Innumerables hojas verdes invisibles del corazón se extienden a mi alrededor durante miles de años.
Estoy apegado a estos árboles. Son monjes persistentes que dan limosna y anhelan la luz del sol. Todos los días sacan el dulce jugo de la luz del cielo e inyectan fuego invisible almacenado en la médula más profunda de la vida. De las flores, de los cantos de los pájaros, de las caricias de los amantes, de las afectuosas promesas, de las lágrimas fervientes de la devoción, destilamos la cristalización de la belleza pura y fragante.
Muchas bellezas olvidadas o recordadas han dejado en mis venas el verdadero sabor de la “inmortalidad”.
La tormenta de amargura y alegría causada por diversos conflictos sacude las hojas que esparcen mis sentimientos, agrega alegría y temblor intensos, trae reprensiones humillantes, vergüenza incómoda, angustia por la contaminación y la pesada presión de la vida de la protesta. .
La extraña música de la confrontación entre el bien y el mal surge con oleadas de intereses espirituales, y la pasión envía todos los pensamientos codiciosos al salón de los sacrificios.

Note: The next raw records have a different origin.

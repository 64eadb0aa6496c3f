//! The lower bound a proposal is held against.
//!
//! A result that depends on m inputs needs a tree of gates with m leaves, so
//! with at most F inputs a gate it is never ready before ⌈log_F m⌉ levels; with
//! leaves that arrive at different times, not before the least t with
//! Σ F^arrival ≤ F^t (Kraft 1949, counted level by level in whole trees).

/// The earliest a function of inputs with these arrivals can be ready when a
/// gate of `gate_inputs` inputs costs one tick; 0 without inputs.
pub fn earliest(arrivals: &[i32], gate_inputs: usize) -> i32 {
    let mut sorted = arrivals.to_vec();
    sorted.sort_unstable();
    let Some(&first) = sorted.first() else {
        return 0;
    };
    let mut level = first;
    let (mut next, mut trees) = (0, 0usize);
    loop {
        while next < sorted.len() && sorted[next] == level {
            trees += 1;
            next += 1;
        }
        if trees == 1 {
            match sorted.get(next) {
                None => return level,
                // A lone tree waits for the next leaf without a gate.
                Some(&later) => level = later,
            }
        } else {
            trees = trees.div_ceil(gate_inputs.max(2));
            level += 1;
        }
    }
}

El murmullo de las hojas verdes ha sido invisible desde la eternidad, desilusionándome. En el tiempo libre del mediodía, cuando los azores dan vueltas, las abejas zumban y las lágrimas brillan intensamente, los amantes sentados tomados de la mano deambulan en silencio, su verde simpatía cae, rozando el borde del sari sobre el pecho suave y palpitante de la joven acostada. en la cama.